Albert Mertz 1920-1990

“Omvendt”, 1966

Signed and dated Paris on the back

Ink on paper 31 x 38 cm

Year 1966
Artist Albert Mertz 1920-1990
Price DKK 18.000 / EURO 2.500
Materials Ink on paper
Height 31 cm
Width 38 cm

The story behind

 

Already as a 14-year-old Albert Mertz (1920-1990) exhibited for the first time, and as a 16-year-old he was admitted to the Academy of Fine Arts in Copenhagen. The same year he made his debut at the Artists’ Autumn Exhibition. His first paintings were line-ups and portraits, but soon he began to experiment with the expression and content of the image.
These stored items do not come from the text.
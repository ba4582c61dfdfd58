import type { Decision } from '../types'

/** A person's words on one cell, or on a whole row, the newest ones. */
export interface Words {
  correction?: string
  isAgreed: boolean
  isLeftOut: boolean
  isKeptTwice: boolean
  setAside?: string
}

export interface RowWords {
  row: Words
  cells: ReadonlyMap<number, Words>
}

const silent: Words = { isAgreed: false, isLeftOut: false, isKeptTwice: false }
export const noWords: RowWords = { row: silent, cells: new Map() }

/** A correction starts a cell afresh. One reading or both, and left out or set aside, are choices: the newer word replaces the older. */
function after(words: Words, { action, value }: Decision): Words {
  switch (action) {
    case 'correct': return { ...silent, correction: value ?? '' }
    case 'agree': return { ...words, isAgreed: true, isKeptTwice: false }
    case 'keep-both': return { ...words, isAgreed: false, isKeptTwice: true }
    case 'leave-out': return { ...words, isLeftOut: true, setAside: undefined }
    case 'set-aside': return { ...words, isLeftOut: false, setAside: value?.trim() || 'set aside at the import' }
    case 'reopen': return silent
  }
}

/** Sorts decisions by row; the newest word on a cell holds. Reopening a whole row takes back the words on its cells, too. */
export function wordsByRow(decisions: readonly Decision[]): ReadonlyMap<number, RowWords> {
  const rows = new Map<number, { row: Words, cells: Map<number, Words> }>()
  for (const decision of decisions) {
    const words = rows.get(decision.row) ?? { row: silent, cells: new Map<number, Words>() }
    rows.set(decision.row, words)
    if (decision.column !== null) words.cells.set(decision.column, after(words.cells.get(decision.column) ?? silent, decision))
    else if (decision.action === 'reopen') rows.delete(decision.row)
    else words.row = after(words.row, decision)
  }
  return rows
}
The encounter with Dadaism and its ironic and anarchist views on art and the art institution became crucial to Albert Mertz. During World War II, Albert Mertz and Jørgen Roos made a number of films. The film work inspired him to experiment with collage, photograms, photomontage, sound, movement and writing.

After World War II, Albert Mertz became one of the leading members of the Artists’ Association Linien 2. He worked with simplified motifs, where the image’s form and composition are central – either as almost abstract representations of objects and situations from everyday life or later as expressive landscape images. For a short time he was associated with the March Exhibition.

Albert Mertz saw early on how painting gained competition from other media and visual forms of expression. Therefore, the image should be as simple as possible. The motif should appear as a sign so that it could almost function as a signal. In the 1960s he came into contact with the Fluxus movement, and in the period 1962-76 he lived in France and made valuable contacts in the international art world.

From 1969 he began work on the characteristic red-blue images. For Albert Mertz, the image represents nothing but himself. Meaning is not something the image has – it is something we as viewers attach to the image. Same with the color. Color is color – it does not represent anything and has no symbolic value. The image could just as well be yellow, green or orange.

In this way, the image becomes an object in line with the things we otherwise surround ourselves with. It has itself and nothing outside itself – a landscape or an idea – as its purpose. It becomes functional because, by containing visually irritating and habit-disturbing elements, it breaks with what we normally understand by art. Thus, the image makes us see without having an expectation in advance of what we are going to see. The image becomes the tool of sight – we see using the image.

Albert Mertz was an experimental artist, and throughout his work there is a total lack of respect for the traditional ways of expression of the individual media. But that is precisely why he could add something new to them.